━━━━━ MATERIAL FOR THIS EXERCISE

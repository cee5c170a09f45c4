package viz

import (
	"bytes"
	"context"
	"fmt"
	"image/color"
	"math"
	"strconv"
	"strings"

	"github.com/awalterschulze/gographviz"
	"github.com/awalterschulze/gographviz/ast"
	"github.com/fogleman/gg"
	"github.com/golang/freetype/truetype"
	"golang.org/x/image/font"
	"golang.org/x/image/font/gofont/gobold"
	"golang.org/x/image/font/gofont/goregular"

	"github.com/heatgraph/heatgraph/viz/internal/engine"
)

// pngScale is the number of pixels per typographic point of the layout:
// 2 gives crisp text on ordinary and high-density screens alike.
const pngScale = 2.0

// maxPNGPixels bounds the size of a PNG (4 bytes a pixel while painting):
// a larger diagram is drawn at a smaller scale rather than exhausting
// memory. SVG has no such limit.
const maxPNGPixels = 64e6

// pngScaleFor returns the pixels per point for a layout of w × h points.
func pngScaleFor(w, h float64) float64 {
	if px := w * h * pngScale * pngScale; px > maxPNGPixels {
		return pngScale * math.Sqrt(maxPNGPixels/px)
	}
	return pngScale
}

// renderPNG lays out DOT source and paints it as a PNG.
//
// The layout comes from Graphviz's xdot output: every node, edge, cluster
// and label carries its drawing as a list of primitive operations
// (polygons, Bézier curves, ellipses, text with its font and colours),
// which this function paints with a 2-D vector library. Painting the
// primitives ourselves keeps the picture identical to the SVG output.
func renderPNG(ctx context.Context, dot string) ([]byte, error) {
	xdot, err := engine.Render(ctx, dot, engine.XDOT)
	if err != nil {
		return nil, err
	}
	laid, err := readXdot(xdot)
	if err != nil {
		return nil, fmt.Errorf("reading the layout: %w", err)
	}

	var bb [4]float64
	if _, err := fmt.Sscanf(laid.attrs["bb"], "%g,%g,%g,%g", &bb[0], &bb[1], &bb[2], &bb[3]); err != nil {
		return nil, fmt.Errorf("reading the layout's bounding box %q: %w", laid.attrs["bb"], err)
	}
	const margin = 8.0 // points
	w, h := bb[2]-bb[0]+2*margin, bb[3]-bb[1]+2*margin
	scale := pngScaleFor(w, h)
	p := &painter{
		dc:    gg.NewContext(int(math.Ceil(w*scale)), int(math.Ceil(h*scale))),
		scale: scale,
		// xdot has y up from the bottom-left corner; the image has y down.
		x: func(x float64) float64 { return (x - bb[0] + margin) * scale },
		y: func(y float64) float64 { return (bb[3] - y + margin) * scale },
	}
	p.dc.SetRGB(1, 1, 1)
	p.dc.Clear()

	var ops []string
	ops = append(ops, laid.attrs["_draw_"])
	ops = append(ops, laid.clusterOps()...)
	for _, n := range laid.nodes {
		ops = append(ops, n["_draw_"], n["_ldraw_"])
	}
	for _, e := range laid.edges {
		for _, a := range []string{"_draw_", "_tdraw_", "_hdraw_", "_ldraw_", "_tldraw_", "_hldraw_"} {
			ops = append(ops, e[a])
		}
	}
	ops = append(ops, laid.attrs["_ldraw_"])
	for _, o := range ops {
		if err := p.paint(o); err != nil {
			return nil, err
		}
	}
	var out bytes.Buffer
	if err := p.dc.EncodePNG(&out); err != nil {
		return nil, err
	}
	return out.Bytes(), nil
}

// xdotGraph is a laid-out graph read from xdot output: the attributes of
// the graph, of each subgraph, and of every node and edge in file order.
type xdotGraph struct {
	attrs    map[string]string
	clusters []*xdotGraph
	nodes    []map[string]string
	edges    []map[string]string
}

// readXdot reads Graphviz's xdot output. It walks the syntax tree rather
// than building a checked graph, since the drawing attributes (_draw_ …)
// are not in the DOT attribute list.
func readXdot(data []byte) (*xdotGraph, error) {
	tree, err := gographviz.Parse(data)
	if err != nil {
		return nil, err
	}
	g := &xdotGraph{attrs: map[string]string{}}
	g.add(tree.StmtList, g)
	return g, nil
}

func (g *xdotGraph) add(list ast.StmtList, top *xdotGraph) {
	for _, s := range list {
		switch s := s.(type) {
		case ast.GraphAttrs:
			for k, v := range ast.AttrList(s).GetMap() {
				g.attrs[k] = unquote(v)
			}
		case *ast.Attr:
			g.attrs[s.Field.String()] = unquote(s.Value.String())
		case *ast.NodeStmt:
			top.nodes = append(top.nodes, attrMap(s.Attrs))
		case *ast.EdgeStmt:
			top.edges = append(top.edges, attrMap(s.Attrs))
		case *ast.SubGraph:
			sub := &xdotGraph{attrs: map[string]string{}}
			sub.add(s.StmtList, top)
			g.clusters = append(g.clusters, sub)
		}
	}
}

func attrMap(l ast.AttrList) map[string]string {
	m := l.GetMap()
	for k, v := range m {
		m[k] = unquote(v)
	}
	return m
}

// unquote returns the text of a DOT string as Graphviz writes it: without
// its quotes, with \" and \\ turned back into " and \, and line
// continuations (backslash, newline) removed. Other backslashes stay.
func unquote(s string) string {
	if len(s) < 2 || s[0] != '"' || s[len(s)-1] != '"' {
		return s
	}
	s = s[1 : len(s)-1]
	if !strings.Contains(s, `\`) {
		return s
	}
	var b strings.Builder
	for i := 0; i < len(s); i++ {
		if s[i] == '\\' && i+1 < len(s) {
			switch s[i+1] {
			case '"', '\\':
				b.WriteByte(s[i+1])
				i++
				continue
			case '\n':
				i++
				continue
			case '\r':
				i++
				if i+1 < len(s) && s[i+1] == '\n' {
					i++
				}
				continue
			}
		}
		b.WriteByte(s[i])
	}
	return b.String()
}

// clusterOps returns the drawing operations of every subgraph, nested ones
// after their parents.
func (g *xdotGraph) clusterOps() []string {
	var ops []string
	for _, sub := range g.clusters {
		ops = append(ops, sub.attrs["_draw_"], sub.attrs["_ldraw_"])
		ops = append(ops, sub.clusterOps()...)
	}
	return ops
}

// painter paints xdot operations (Graphviz's "xdot" output format, version
// 1.7: E e P p L B b T t C c F S) on a gg context.
type painter struct {
	dc       *gg.Context
	scale    float64 // pixels per point
	x, y     func(float64) float64
	pen      color.Color
	fill     color.Color
	lineW    float64
	dashed   bool
	dotted   bool
	fontSize float64
	bold     bool
	faces    map[string]font.Face
}

// paint runs one attribute's list of operations. Each list starts from
// the default drawing state (black pen and fill, a line 1 point wide, solid,
// 14-point regular text): Graphviz writes into every list only what differs
// from the defaults, so state left over from an earlier list (the thick
// outline of a node over its limit, a dashed edge) must not carry over.
func (p *painter) paint(s string) error {
	p.reset()
	r := &xdotReader{s: s}
	for {
		r.space()
		if r.done() {
			return r.err
		}
		op := r.s[r.i]
		r.i++
		switch op {
		case 'E', 'e':
			cx, cy, rx, ry := r.num(), r.num(), r.num(), r.num()
			p.dc.DrawEllipse(p.x(cx), p.y(cy), rx*p.scale, ry*p.scale)
			p.finish(op == 'E')
		case 'P', 'p', 'L', 'B', 'b':
			pts := r.points()
			p.path(op, pts)
		case 'T':
			x, y, just, _ := r.num(), r.num(), r.num(), r.num()
			p.text(x, y, just, r.str())
		case 't':
			p.bold = int(r.num())&1 != 0
		case 'C':
			p.fill = parseColour(r.str())
		case 'c':
			p.pen = parseColour(r.str())
		case 'F':
			p.fontSize = r.num()
			r.str() // font name: the built-in Go fonts stand in for all
		case 'S':
			p.style(r.str())
		case 'I':
			r.num()
			r.num()
			r.num()
			r.num()
			r.str() // images are not used in heatgraph diagrams
		default:
			return fmt.Errorf("unknown drawing operation %q in the layout", op)
		}
		if r.err != nil {
			return r.err
		}
	}
}

// reset restores the default drawing state of an xdot operation list.
func (p *painter) reset() {
	p.pen, p.fill, p.lineW, p.fontSize = color.Black, color.Black, 1, 14
	p.dashed, p.dotted, p.bold = false, false, false
}

// path draws a polygon, polyline or Bézier spline.
func (p *painter) path(op byte, pts [][2]float64) {
	if len(pts) == 0 {
		return
	}
	p.dc.NewSubPath()
	p.dc.MoveTo(p.x(pts[0][0]), p.y(pts[0][1]))
	switch op {
	case 'B', 'b':
		for i := 1; i+2 < len(pts); i += 3 {
			p.dc.CubicTo(p.x(pts[i][0]), p.y(pts[i][1]), p.x(pts[i+1][0]), p.y(pts[i+1][1]), p.x(pts[i+2][0]), p.y(pts[i+2][1]))
		}
	default:
		for _, pt := range pts[1:] {
			p.dc.LineTo(p.x(pt[0]), p.y(pt[1]))
		}
	}
	if op == 'P' || op == 'p' || op == 'b' {
		p.dc.ClosePath()
	}
	p.finish(op == 'P' || op == 'b')
}

// finish fills (then outlines with the pen) or strokes the current path.
func (p *painter) finish(filled bool) {
	if filled {
		p.dc.SetColor(p.fill)
		p.dc.FillPreserve()
	}
	p.dc.SetColor(p.pen)
	p.dc.SetLineWidth(p.lineW * p.scale)
	switch {
	case p.dotted:
		// Short dashes with round caps: dots.
		p.dc.SetDash(p.lineW*p.scale, (2+2*p.lineW)*p.scale)
	case p.dashed:
		p.dc.SetDash(5*p.scale, 3*p.scale)
	default:
		p.dc.SetDash()
	}
	p.dc.SetLineCapRound()
	p.dc.SetLineJoinRound()
	p.dc.Stroke()
}

// text draws a string with its baseline at (x, y), justified left (-1),
// centred (0) or right (1).
func (p *painter) text(x, y, just float64, s string) {
	p.dc.SetFontFace(p.face())
	p.dc.SetColor(p.pen)
	ax := 0.5 + 0.5*just // -1 -> 0 (left), 0 -> 0.5, 1 -> 1
	p.dc.DrawStringAnchored(s, p.x(x), p.y(y), ax, 0)
}

func (p *painter) face() font.Face {
	key := fmt.Sprintf("%v/%g", p.bold, p.fontSize)
	if f, ok := p.faces[key]; ok {
		return f
	}
	data := goregular.TTF
	if p.bold {
		data = gobold.TTF
	}
	ft, err := truetype.Parse(data)
	if err != nil {
		panic(fmt.Sprintf("viz: built-in font: %v", err)) // compiled-in data
	}
	f := truetype.NewFace(ft, &truetype.Options{Size: p.fontSize * p.scale * 0.96, DPI: 72})
	if p.faces == nil {
		p.faces = map[string]font.Face{}
	}
	p.faces[key] = f
	return f
}

func (p *painter) style(s string) {
	switch {
	case strings.HasPrefix(s, "setlinewidth("):
		if w, err := strconv.ParseFloat(strings.TrimSuffix(strings.TrimPrefix(s, "setlinewidth("), ")"), 64); err == nil {
			p.lineW = w
		}
	case s == "dashed":
		p.dashed, p.dotted = true, false
	case s == "dotted":
		p.dashed, p.dotted = false, true
	case s == "solid":
		p.dashed, p.dotted = false, false
	}
}

// parseColour reads "#rrggbb", "#rrggbbaa" or one of the few names Graphviz
// writes for defaults.
func parseColour(s string) color.Color {
	switch s {
	case "black":
		return color.Black
	case "white":
		return color.White
	case "transparent", "none", "invis":
		return color.Transparent
	}
	if len(s) == 7 || len(s) == 9 {
		if v, err := strconv.ParseUint(s[1:], 16, 32); err == nil && s[0] == '#' {
			if len(s) == 7 {
				return color.NRGBA{uint8(v >> 16), uint8(v >> 8), uint8(v), 255}
			}
			return color.NRGBA{uint8(v >> 24), uint8(v >> 16), uint8(v >> 8), uint8(v)}
		}
	}
	return color.Black
}

// xdotReader tokenizes one xdot operation list.
type xdotReader struct {
	s   string
	i   int
	err error
}

func (r *xdotReader) done() bool { return r.err != nil || r.i >= len(r.s) }

func (r *xdotReader) space() {
	for r.i < len(r.s) && (r.s[r.i] == ' ' || r.s[r.i] == '\n' || r.s[r.i] == '\t' || r.s[r.i] == '\\') {
		r.i++
	}
}

func (r *xdotReader) num() float64 {
	r.space()
	start := r.i
	for r.i < len(r.s) && r.s[r.i] != ' ' && r.s[r.i] != '\n' {
		r.i++
	}
	v, err := strconv.ParseFloat(r.s[start:r.i], 64)
	if err != nil && r.err == nil {
		r.err = fmt.Errorf("malformed number %q in the layout", r.s[start:r.i])
	}
	return v
}

func (r *xdotReader) points() [][2]float64 {
	n := int(r.num())
	if n < 0 || n > len(r.s) {
		r.err = fmt.Errorf("malformed point count %d in the layout", n)
		return nil
	}
	pts := make([][2]float64, n)
	for k := range pts {
		pts[k] = [2]float64{r.num(), r.num()}
	}
	return pts
}

// str reads "n -bytes": a byte count, a dash, then exactly n bytes.
func (r *xdotReader) str() string {
	n := int(r.num())
	r.space()
	if r.err != nil || r.i >= len(r.s) || r.s[r.i] != '-' || n < 0 || r.i+1+n > len(r.s) {
		if r.err == nil {
			r.err = fmt.Errorf("malformed string in the layout at %d", r.i)
		}
		return ""
	}
	s := r.s[r.i+1 : r.i+1+n]
	r.i += 1 + n
	return s
}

━━━━━━━━━━

__YOUR TASK__
Could you copy exactly the lines from the first line of the records above through the line containing "high-density screens alike.", both included, and nothing else?

__ANSWER FOR THE TASK__
repository cee5c170a09f45c4
package viz

import (
	"bytes"
	"context"
	"fmt"
	"image/color"
	"math"
	"strconv"
	"strings"

	"github.com/awalterschulze/gographviz"
	"github.com/awalterschulze/gographviz/ast"
	"github.com/fogleman/gg"
	"github.com/golang/freetype/truetype"
	"golang.org/x/image/font"
	"golang.org/x/image/font/gofont/gobold"
	"golang.org/x/image/font/gofont/goregular"

	"github.com/heatgraph/heatgraph/viz/internal/engine"
)

// pngScale is the number of pixels per typographic point of the layout:
// 2 gives crisp text on ordinary and high-density screens alike.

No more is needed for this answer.